Questo vaccino è un miracolo e un orgoglio della scienza – ha detto il direttore Traina – in qualità di medici siamo sicuri del suo elevatissimo livello di sicurezza e di efficacia.  è l’unico strumento di cui disponiamo per arrestare questa tragedia mondiale.

Massimo Veglio ha invitato a non abbassare la guardia. Occorrerà infatti ancora del tempo prima di poterne vedere gli effetti positivi: “La vaccinazione è l’ampio portone per uscire dalla stanza buia della pandemia, ma non ci esime dal rispettare le misure di sicurezza. Il distanziamento sociale e l’uso della mascherina sono regole che restano valide. Ci vorranno infatti molti mesi per vaccinare un numero sufficiente di persone e raggiungere l’immunità di gregge. Fino a quel giorno il virus continuerà a infettare.” 

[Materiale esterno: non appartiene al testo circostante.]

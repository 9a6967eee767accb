"""PNG, JPEG, BMP, NPY and NPZ files as pages."""

import io
import math
import struct
import zipfile
from collections.abc import Iterator
from functools import partial
from typing import Any, BinaryIO

import imagecodecs
import numpy as np
from PIL import BmpImagePlugin, JpegImagePlugin, PngImagePlugin

from mfeat._pages import MappedPage, Page, UnreadableImage, WholePage

#: The tag Orientation of EXIF and TIFF; rows and columns are those stored, whatever it says.
ORIENTATION = 274
TURNED = "orientation tag not applied"

# Samples of the colour types of PNG (W3C PNG specification, third edition, section 11.2.1).
_PNG_SAMPLES = {0: 1, 2: 3, 3: 3, 4: 2, 6: 4}


def png_pages(stream: BinaryIO, _path: str | None) -> list[Page]:
    """Return the page of a PNG file; libpng decodes it, which checks every checksum."""
    stream.seek(0)
    head = stream.read(33)
    if len(head) < 33 or head[12:16] != b"IHDR":
        raise UnreadableImage("truncated or damaged PNG: no image header")
    cols, rows, depth, colour_type = struct.unpack(">IIBB", head[16:26])
    if colour_type not in _PNG_SAMPLES or 0 in (rows, cols):
        raise UnreadableImage(f"damaged PNG: colour type {colour_type}, {rows}x{cols} pixels")
    before = set(_png_chunks(stream))
    samples = _PNG_SAMPLES[colour_type] + (colour_type < 4 and b"tRNS" in before)
    notes: tuple[str, ...] = ()
    if b"acTL" in before:
        notes += ("animation: first frame only",)
    if depth < 8 and colour_type == 0:
        notes += (f"{depth}-bit grey scaled to 8 bits",)

    def decode() -> np.ndarray:
        stream.seek(0)
        return imagecodecs.png_decode(stream.read())

    dtype = np.dtype(np.uint16 if depth == 16 else np.uint8)
    labels = None
    if colour_type == 3:
        labels = partial(_palette_entries, stream, PngImagePlugin.PngImageFile, (rows, cols))
    elif colour_type == 0 and depth < 8:
        step = 255 // (2**depth - 1)
        labels = partial(WholePage, lambda: decode() // step, (rows, cols), 1, dtype)
    what = {"colour": samples > 2, "alpha": samples in (2, 4), "notes": notes, "labels": labels}
    return [WholePage(decode, (rows, cols), samples, dtype, **what)]


def _palette_entries(stream: BinaryIO, factory: Any, shape: tuple[int, int]) -> Page:
    """Return the page of the entries of a palette, as label images store them."""

    def decode() -> np.ndarray:
        stream.seek(0)
        return np.asarray(factory(stream))

    return WholePage(decode, shape, 1, np.dtype(np.uint8))


def _png_chunks(stream: BinaryIO) -> Iterator[bytes]:
    """Yield the types of the chunks before the pixels."""
    stream.seek(8)
    while True:
        head = stream.read(8)
        if len(head) < 8 or head[4:] in (b"IDAT", b"IEND"):
            return
        yield head[4:]
        stream.seek(int.from_bytes(head[:4], "big") + 4, io.SEEK_CUR)


# Modes of Pillow that are pixels as they are; palettes become colours.
_PIL_SAMPLES = {"1": 1, "L": 1, "P": 3, "RGB": 3, "RGBA": 4}


def jpeg_pages(stream: BinaryIO, _path: str | None) -> list[Page]:
    """Return the page of a JPEG file."""
    return _pillow_pages(stream, JpegImagePlugin.JpegImageFile, "JPEG")


def bmp_pages(stream: BinaryIO, _path: str | None) -> list[Page]:
    """Return the page of a BMP file."""
    [page] = _pillow_pages(stream, BmpImagePlugin.BmpImageFile, "BMP")
    stream.seek(14)
    head = stream.read(16)
    # Bits a pixel; the oldest header, of 12 bytes, has 16-bit numbers before it.
    [bits] = struct.unpack_from("<H", head, 10 if head[0] == 12 else 14)
    if page.dtype == bool and bits != 1:  # Pillow takes two greys for one bit
        raise UnreadableImage(
            f"BMP of {bits} bits a pixel with a palette of black and white only; save it as PNG"
        )
    return [page]


def _pillow_pages(stream: BinaryIO, factory: Any, name: str) -> list[Page]:
    # The class of the format, not Image.open: its global limit of pixels would stand beside ours,
    # and other formats than the one found would be tried.
    stream.seek(0)
    try:
        picture = factory(stream)
    except (SyntaxError, OSError, ValueError, struct.error, IndexError, OverflowError) as error:
        raise UnreadableImage(f"damaged {name} header: {error}") from error
    if picture.mode not in _PIL_SAMPLES:
        raise UnreadableImage(
            f"{name} with colour model {picture.mode}; grey, RGB and palette images are read"
        )

    def decode() -> np.ndarray:
        return np.asarray(picture.convert("RGB") if picture.mode == "P" else picture)

    samples = _PIL_SAMPLES[picture.mode]
    dtype = np.dtype(bool if picture.mode == "1" else np.uint8)
    shape = (picture.size[1], picture.size[0])
    what: dict[str, Any] = {"colour": samples > 2, "alpha": samples == 4}
    if picture.mode == "P":
        what["labels"] = partial(_palette_entries, stream, factory, shape)
    if _is_turned(picture):
        what["notes"] = (TURNED,)
    return [WholePage(decode, shape, samples, dtype, **what)]


def _is_turned(picture: Any) -> bool:
    """Tell whether EXIF says that the picture is to be turned or mirrored for display."""
    try:
        return picture.getexif().get(ORIENTATION, 1) != 1
    except Exception:  # damaged EXIF says nothing
        return False


def npy_pages(stream: BinaryIO, path: str | None) -> list[Page]:
    """Return the page of an NPY file, mapped into memory where the file is a local one."""
    stream.seek(0)
    shape, fortran, dtype = _npy_header(stream)
    offset = stream.tell()
    need = math.prod(shape) * dtype.itemsize
    there = stream.seek(0, io.SEEK_END) - offset
    if there < need and not dtype.hasobject:  # objects are refused by their type
        raise UnreadableImage(f"truncated NPY: {there} of {need} bytes of pixels")
    what = _array_page(shape, dtype)
    if path is not None:
        return [MappedPage(path, offset, shape, "F" if fortran else "C", **what)]

    def decode() -> np.ndarray:
        stream.seek(0)
        return np.lib.format.read_array(stream, allow_pickle=False)

    return [WholePage(decode, **what)]


def npz_pages(stream: BinaryIO, _path: str | None) -> list[Page]:
    """Return one page for each array of an NPZ archive, in its order."""
    stream.seek(0)
    archive = zipfile.ZipFile(stream)
    names = [name for name in archive.namelist() if not name.endswith("/")]
    if not names:
        raise UnreadableImage("NPZ without an array")
    pages = []
    for name in names:
        if not name.endswith(".npy"):
            raise UnreadableImage(f"zip archive with {name!r}; an NPZ holds .npy arrays only")
        with archive.open(name) as member:
            shape, _, dtype = _npy_header(member)
        what = _array_page(shape, dtype)
        if len(names) > 1:
            what["notes"] = ("one of several arrays",)

        def decode(name: str = name) -> np.ndarray:
            with archive.open(name) as member:
                pixels = np.lib.format.read_array(member, allow_pickle=False)
                member.read(1)  # at the end the archive's checksum is compared
            return pixels

        pages.append(WholePage(decode, **what))
    return pages


# Longest header that is read; numpy refuses longer ones too, but reads them before.
_NPY_HEADER = 10_000


def _npy_header(stream: Any) -> tuple[tuple[int, ...], bool, np.dtype]:
    try:
        version = np.lib.format.read_magic(stream)
        if version == (1, 0):
            return np.lib.format.read_array_header_1_0(stream)
        if version not in ((2, 0), (3, 0)):
            raise ValueError(f"version {version[0]}.{version[1]}")
        length = int.from_bytes(stream.read(4), "little")
        if length > _NPY_HEADER:  # numpy would ask for the memory first
            raise ValueError(f"{length} bytes long")
        stream.seek(-4, io.SEEK_CUR)
        # Version 3 differs from 2 in field names beyond Latin-1, which plain numbers have not.
        return np.lib.format.read_array_header_2_0(stream)
    except (ValueError, EOFError, SyntaxError) as error:
        raise UnreadableImage(f"damaged NPY header: {error}") from error


def _array_page(shape: tuple[int, ...], dtype: np.dtype) -> dict[str, Any]:
    """Return what a page of an array is: a grey image, or three or four samples of colour."""
    what: dict[str, Any] = {"shape": shape[:2], "dtype": dtype}
    if len(shape) == 2:
        return what | {"samples": 1}
    if len(shape) == 3 and shape[2] in (3, 4):
        return what | {"samples": shape[2], "colour": True, "alpha": shape[2] == 4}
    raise UnreadableImage(
        f"array of shape {shape}; an image is (rows, columns), or (rows, columns, 3 or 4) for "
        "colours. Save one image a file, or several arrays in an NPZ"
    )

In seguito ha voluto anche parlare anche dei possibili effetti collaterali del vaccino Pfizer-BioNtech: “Questo vaccino ha degli effetti collaterali, ma sono drammaticamente meno gravi degli effetti del Covid. Il 90% di coloro che hanno ricevuto l’inoculazione non manifesta assolutamente nulla. Il restante 10% potrebbe lamentare qualche breve e lieve fastidio, come accade con altri vaccini. Ma è qualcosa che può essere risolto con una semplice tachipirina.”